To understand the full configuration of an model clients, you can refer to the AutoGen Model Clients documentation.

Note that you can similarly define your model client in Python and call dump_component() on it to get the JSON configuration and use it to update the model client section of your team or agent configuration.

Finally, you can use the load_component() method to load a team configuration from a JSON file:


import json
from autogen_agentchat.teams import BaseGroupChat
team_config = json.load(open("team.json"))
team = BaseGroupChat.load_component(team_config)

Interactively Running Teams#

The AutoGen Studio Playground enables users to:

  • Test teams on specific tasks

  • Review generated artifacts (images, code, text)

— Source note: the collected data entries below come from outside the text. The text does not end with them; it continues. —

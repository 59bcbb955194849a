//go:build race

package eiv

func init() { pbRace = true }
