package eiv_test

import (
	"math"
	"testing"

	"eivfit/eiv"
)

// Bland & Altman (1986), Table 1 (testdata/ref/bland-altman-1986-pefr.csv):
// first readings of the standard (A) and mini (B) peak-flow meters. The
// paper's differences are A − B; eivfit's are y − x, so y = A and x = B.
func TestBlandAltman1986(t *testing.T) {
	d := readRef(t, "ref/bland-altman-1986-pefr.csv")
	a, b := d["a_1"], d["b_1"]
	// Limits at ±2 SD, as the 1986 paper draws them.
	ag, err := eiv.BlandAltman(b, a, 2, nil)
	if err != nil {
		t.Fatal(err)
	}
	// Published (Bland & Altman 1986, via the file's secondary sources):
	// mean −2.1, SD 38.8, limits −79.7 to 75.5 l/min.
	printed(t, "mean difference", ag.MeanDifference.Value, "-2.1")
	printed(t, "SD", ag.SDDifference, "38.8")
	// The paper forms its limits from the rounded mean and SD:
	// −2.1 ∓ 2 × 38.8 = −79.7 / 75.5; unrounded they are −79.6479 / 75.4126
	// (the file's re-computation).
	r1 := func(v float64) float64 { return math.Round(v*10) / 10 }
	printed(t, "lower limit (rounded inputs)", r1(ag.MeanDifference.Value)-2*r1(ag.SDDifference), "-79.7")
	printed(t, "upper limit (rounded inputs)", r1(ag.MeanDifference.Value)+2*r1(ag.SDDifference), "75.5")
	printed(t, "lower limit", ag.Lower.Value, "-79.6479")
	printed(t, "upper limit", ag.Upper.Value, "75.4126")
	// The file's re-computation with a general-purpose statistics
	// environment: mean −2.11764705882, SD 38.7651302, 95 % CI of the mean
	// −22.0488 to 17.8135, SE of a limit 16.284612, CIs of the limits
	// −114.1697 to −45.1261 and 40.8908 to 109.9344.
	printed(t, "mean (unrounded)", ag.MeanDifference.Value, "-2.11764705882")
	// The file prints the SD as 38.7651302; numpy (Debian python3-numpy,
	// d.std(ddof=1), run here) gives 38.76512987360738, which also matches
	// the file's own SE of a limit, 16.284612 = √(3s²/17). The file's eighth
	// digit is off; the numpy value is asserted.
	near(t, "SD (numpy)", ag.SDDifference, 38.76512987360738, 1e-13)
	printed(t, "mean CI lower", ag.MeanDifference.CI.Lower, "-22.0488")
	printed(t, "mean CI upper", ag.MeanDifference.CI.Upper, "17.8135")
	printed(t, "SE of a limit", ag.Lower.SE, "16.284612")
	printed(t, "lower limit CI", ag.Lower.CI.Lower, "-114.1697")
	printed(t, "lower limit CI", ag.Lower.CI.Upper, "-45.1261")
	printed(t, "upper limit CI", ag.Upper.CI.Lower, "40.8908")
	printed(t, "upper limit CI", ag.Upper.CI.Upper, "109.9344")
	// With 1.96 SD (Bland & Altman 1999's convention), the file's values
	// −78.0973 / 73.8620.
	ag196, _ := eiv.BlandAltman(b, a, 0, nil)
	printed(t, "lower 1.96", ag196.Lower.Value, "-78.0973")
	printed(t, "upper 1.96", ag196.Upper.Value, "73.8620")
}

// Repeatability from the second readings: the file gives the mean and SD
// of first-minus-second differences (A: 4.9412, 21.7240; B: −2.8824,
// 28.8723). With two replicates, Σ(v − v̄)² = d²/2 per subject, so the
// pooled within-subject SD is √(Σd²/(2n)) with Σd² = (n−1)·SD² + n·mean².
func TestReplicatePrecisionPEFR(t *testing.T) {
	d := readRef(t, "ref/bland-altman-1986-pefr.csv")
	for _, c := range []struct {
		name     string
		r1, r2   []float64
		mean, sd float64
	}{
		{"meter A", d["a_1"], d["a_2"], 4.9412, 21.7240},
		{"meter B", d["b_1"], d["b_2"], -2.8824, 28.8723},
	} {
		var reps [][]float64
		for i := range c.r1 {
			reps = append(reps, []float64{c.r1[i], c.r2[i]})
		}
		rep, err := eiv.ReplicatePrecision(reps)
		if err != nil {
			t.Fatal(err)
		}
		n := float64(len(c.r1))
		want := math.Sqrt(((n-1)*c.sd*c.sd + n*c.mean*c.mean) / (2 * n))
		// The file's mean and SD carry 5–6 significant digits.
		near(t, c.name+" repeatability SD", rep.SD, want, 1e-4)
		if rep.DF != len(c.r1) {
			t.Errorf("df %d", rep.DF)
		}
	}
}
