package eiv

import (
	"math"
	"strconv"
)

// Prediction is the fitted value and the bias against identity at one x.
type Prediction struct {
	X float64
	// Y is ŷ(x0) = a + b·x0, with its SE formed about the fit's centre X
	// (Centre):
	//	se² = SE_c² + 2·(x0 − X)·cov(ŷ(X), b) + (x0 − X)²·var(b)
	// (var(a) + x0²·var(b) + 2·x0·cov(a, b) when the fit states no centre)
	// and an interval with the fit's own critical value.
	Y Estimate
	// Bias is D(x0) = a + (b − 1)·x0 = ŷ(x0) − x0, the systematic
	// difference of y from x at x0 (method comparison); same SE as Y.
	Bias Estimate
}

// At returns the prediction and bias at x0 from the fit's analytic
// covariance (the jackknife's for weighted_deming), in the centred form
// that keeps its digits far from the origin.
func (f *Fit) At(x0 float64) Prediction {
	b, vb := f.Slope.Value, f.Slope.SE*f.Slope.SE
	c := f.Centre
	if c == nil {
		c = &Centre{Y: f.Intercept.Value, SE: f.Intercept.SE, Cov: f.CovSlopeIntercept}
	}
	h := x0 - c.X
	v := c.SE*c.SE + h*(2*c.Cov+h*vb)
	se := math.Sqrt(math.Max(v, 0))
	crit := 0.0
	if f.Slope.SE > 0 {
		crit = (f.Slope.CI.Upper - f.Slope.CI.Lower) / (2 * f.Slope.SE)
	}
	y := c.Y + b*h
	return Prediction{X: x0,
		Y:    Estimate{Value: y, SE: se, CI: symmetric(y, crit*se, f.Confidence, f.Slope.CI.Method)},
		Bias: Estimate{Value: y - x0, SE: se, CI: symmetric(y-x0, crit*se, f.Confidence, f.Slope.CI.Method)},
	}
}

// Band returns the lower and upper confidence limits of the fitted line at
// each x (the pointwise confidence band).
func (f *Fit) Band(xs []float64) (lower, upper []float64) {
	lower, upper = make([]float64, len(xs)), make([]float64, len(xs))
	for i, x := range xs {
		p := f.At(x)
		lower[i], upper[i] = p.Y.CI.Lower, p.Y.CI.Upper
	}
	return
}

// OLSComparison shows how far ordinary least squares is from an
// errors-in-variables fit of the same data.
type OLSComparison struct {
	Method Method // the errors-in-variables method compared with
	// SlopeDiff and InterceptDiff are OLS minus EIV; SlopeRelative is
	// 100·(b_OLS/b_EIV − 1) percent. Their intervals are paired bootstrap
	// percentile intervals when a bootstrap ran, else paired jackknife t
	// intervals; Interval.Method says which, and it is empty when neither
	// could be had.
	SlopeDiff, InterceptDiff, SlopeRelative Estimate
	// Reliability is κ = 1 − mean(σx²)/var(x_obs) when σx is stated
	// (HasReliability), and PredictedOLSSlope = κ·b_EIV is the attenuated
	// slope that classical measurement error predicts OLS to find.
	HasReliability    bool
	Reliability       float64
	PredictedOLSSlope float64
	// At holds the bias against identity under each fit at the x values asked for.
	At []BiasShift
	// Summary is one plain sentence.
	Summary string
}

// BiasShift is the bias at one x under OLS and under the EIV fit.
type BiasShift struct {
	X, OLS, EIV, Difference float64
}

// CompareOLS compares ols with eiv. sx may be nil. boot, when not nil,
// must hold the lines of (eiv, ols) as its estimators 0 and 1, fitted on the
// same resamples; jack, when not nil, the leave-one-out lines in the same
// order (from JackknifeLines), used from four points up.
func CompareOLS(ols, eiv *Fit, x, sx []float64, at []float64, boot *BootstrapResult, jack [][]Line) *OLSComparison {
	c := &OLSComparison{Method: eiv.Method}
	slopeDiff := func(l []Line) float64 { return l[1].Slope - l[0].Slope }
	intDiff := func(l []Line) float64 { return l[1].Intercept - l[0].Intercept }
	rel := func(l []Line) float64 { return 100 * (l[1].Slope/l[0].Slope - 1) }
	full := []Line{{eiv.Intercept.Value, eiv.Slope.Value}, {ols.Intercept.Value, ols.Slope.Value}}
	est := func(stat Statistic) Estimate {
		e := Estimate{Value: stat(full)}
		if boot != nil {
			if s, err := boot.Summarize(stat); err == nil && s.Percentile != nil {
				e.SE, e.CI = s.SE, *s.Percentile
				e.CI.Method = "paired bootstrap percentile"
				return e
			}
		}
		// Leave-one-out samples of two points fit every line through both
		// points: the paired differences all vanish, an SE of 0 that says
		// nothing. Below four points there is no jackknife interval.
		if len(jack) >= 4 {
			se := jackSE(jack, stat)
			t := tQuantile(eiv.Confidence, eiv.N-2)
			e.SE = se
			e.CI = symmetric(e.Value, t*se, eiv.Confidence, "paired jackknife-t")
		}
		return e
	}
	c.SlopeDiff, c.InterceptDiff, c.SlopeRelative = est(slopeDiff), est(intDiff), est(rel)
	if sx != nil {
		var vx float64
		for _, s := range sx {
			vx += s * s
		}
		vx /= float64(len(sx))
		m := centredMoments(x, x)
		if varX := m.sxx / (m.n - 1); varX > 0 {
			c.HasReliability = true
			c.Reliability = 1 - vx/varX
			c.PredictedOLSSlope = c.Reliability * eiv.Slope.Value
		}
	}
	for _, x0 := range at {
		do := ols.Intercept.Value + (ols.Slope.Value-1)*x0
		de := eiv.Intercept.Value + (eiv.Slope.Value-1)*x0
		c.At = append(c.At, BiasShift{X: x0, OLS: do, EIV: de, Difference: do - de})
	}
	c.Summary = c.sentence(eiv.Confidence)
	return c
}

// sentence says how far OLS is from the fit. It says that OLS would
// understate (or overstate) the slope only when the interval of the
// relative difference excludes zero; otherwise, or without an interval, it
// says by how much the two differ and that no difference is excluded.
func (c *OLSComparison) sentence(conf float64) string {
	// Written with strconv rather than fmt (a small fit spent 4 % of its
	// server CPU in these Sprintf calls); appendG formats as fmt's %g does,
	// which TestSentenceMatchesFmt checks on every branch.
	r := c.SlopeRelative
	s := make([]byte, 0, 256)
	switch {
	case r.CI.Method != "" && (r.CI.Lower > 0 || r.CI.Upper < 0):
		verb, mag, lo, hi := "overstate", r.Value, r.CI.Lower, r.CI.Upper
		if r.Value < 0 {
			verb, mag, lo, hi = "understate", -r.Value, -r.CI.Upper, -r.CI.Lower
		}
		// "Compared with %s, OLS would %s the slope by %.3g %% (%g %% CI %.3g to %.3g %%)"
		s = append(append(append(append(s, "Compared with "...), c.Method...), ", OLS would "...), verb...)
		s = appendG(append(s, " the slope by "...), mag, 3, false)
		s = appendCI(append(s, " % ("...), conf, lo, hi)
		s = append(s, " %)"...)
	case r.CI.Method != "":
		// "OLS and %s differ in slope by %+.3g %% (%g %% CI %.3g to %.3g %%: the interval includes no difference)"
		s = appendG(append(append(append(s, "OLS and "...), c.Method...), " differ in slope by "...), r.Value, 3, true)
		s = appendCI(append(s, " % ("...), conf, r.CI.Lower, r.CI.Upper)
		s = append(s, " %: the interval includes no difference)"...)
	default:
		// "OLS and %s differ in slope by %+.3g %% (no interval: the difference is not shown to be real)"
		s = appendG(append(append(append(s, "OLS and "...), c.Method...), " differ in slope by "...), r.Value, 3, true)
		s = append(s, " % (no interval: the difference is not shown to be real)"...)
	}
	if len(c.At) > 0 {
		// The difference of the fitted lines at x0, which is also the
		// difference of their biases y − x when x and y are one quantity.
		// "; at x = %g the OLS line differs from it by %+.3g"
		s = appendG(append(s, "; at x = "...), c.At[0].X, -1, false)
		s = appendG(append(s, " the OLS line differs from it by "...), c.At[0].Difference, 3, true)
	}
	if c.HasReliability {
		// "; the reliability ratio κ = %.4g predicts an OLS slope of %.4g"
		s = appendG(append(s, "; the reliability ratio κ = "...), c.Reliability, 4, false)
		s = appendG(append(s, " predicts an OLS slope of "...), c.PredictedOLSSlope, 4, false)
	}
	return string(append(s, '.'))
}

// appendCI appends "%g %% CI %.3g to %.3g" of (100·conf, lo, hi).
func appendCI(s []byte, conf, lo, hi float64) []byte {
	s = appendG(s, 100*conf, -1, false)
	s = appendG(append(s, " % CI "...), lo, 3, false)
	return appendG(append(s, " to "...), hi, 3, false)
}

// appendG appends v as fmt's %g (prec −1), %.<prec>g or, with plus,
// %+.<prec>g write it: strconv's digits, with a sign for plus, "+Inf"
// and "-Inf" always signed, NaN signed only with plus (fmt.fmtFloat).
func appendG(dst []byte, v float64, prec int, plus bool) []byte {
	var buf [32]byte
	num := strconv.AppendFloat(buf[:1], v, 'g', prec, 64)
	if num[1] == '-' || num[1] == '+' {
		num = num[1:]
	} else {
		num[0] = '+'
	}
	if num[1] == 'N' && !plus {
		num = num[1:]
	} else if num[1] != 'I' && !plus && num[0] == '+' {
		num = num[1:]
	}
	return append(dst, num...)
}

func jackSE(jack [][]Line, stat Statistic) float64 {
	n := float64(len(jack))
	var small [64]float64 // a small sample's statistics stay on the stack
	th := small[:0]
	if len(jack) > len(small) {
		th = make([]float64, 0, len(jack))
	}
	th = th[:len(jack)]
	var m float64
	for i, l := range jack {
		th[i] = stat(l)
		m += th[i]
	}
	m /= n
	var ss float64
	for _, t := range th {
		ss += (t - m) * (t - m)
	}
	return math.Sqrt((n - 1) / n * ss)
}

// JackknifeLines fits every estimator to each leave-one-out sample of s;
// element i holds the lines without point i, in the order of ests.
func JackknifeLines(s Sample, ests []Estimator) ([][]Line, error) {
	n := s.Len()
	if n < 4 {
		return nil, ErrTooFewPoints
	}
	res := &BootstrapResult{k: len(ests)}
	if err := res.jackknife(contextBackground, s, ests); err != nil {
		return nil, err
	}
	if res.loo == nil {
		return nil, ErrDegenerate
	}
	out := make([][]Line, n)
	for i := range n {
		out[i] = res.loo[i*len(ests) : (i+1)*len(ests)]
	}
	return out, nil
}

// JackknifeAt is the jackknife estimate of uncertainty of ŷ(x0) and of the
// bias D(x0) = ŷ(x0) − x0 from leave-one-out lines (loo[i] the line without
// point i), with a t interval on n−2 df around the full-sample line.
func JackknifeAt(full Line, loo []Line, x0, conf float64) Prediction {
	v := make([]float64, len(loo))
	for i, l := range loo {
		v[i] = l.Intercept + l.Slope*x0
	}
	se := jackSE1(v)
	t := tQuantile(conf, len(loo)-2)
	y := full.Intercept + full.Slope*x0
	return Prediction{X: x0,
		Y:    Estimate{Value: y, SE: se, CI: symmetric(y, t*se, conf, "jackknife-t")},
		Bias: Estimate{Value: y - x0, SE: se, CI: symmetric(y-x0, t*se, conf, "jackknife-t")},
	}
}

func jackSE1(v []float64) float64 {
	n := float64(len(v))
	var m float64
	for _, x := range v {
		m += x
	}
	m /= n
	var ss float64
	for _, x := range v {
		ss += (x - m) * (x - m)
	}
	return math.Sqrt((n - 1) / n * ss)
}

  • Monitor team “inner monologue” during task execution

  • View performance metrics (turn count, token usage)

  • Track agent actions (tool usage, code execution results)

Importing and Reusing Team Configurations#

AutoGen Studio’s Gallery view offers a default component collection and supports importing external configurations:

  • Create/Import galleries through Gallery -> New Gallery -> Import

  • Set default galleries via sidebar pin icon

  • Access components in Team Builder through Sidebar -> From Gallery

Python Integration#

Team configurations can be integrated into Python applications using the TeamManager class:

from autogenstudio.teammanager import TeamManager

tm = TeamManager()
result_stream = tm.run(task="What is the weather in New York?", team_config="team.json") # or tm.run_stream(..)

To export team configurations, use the export button in Team Builder to generate a JSON file for Python application use.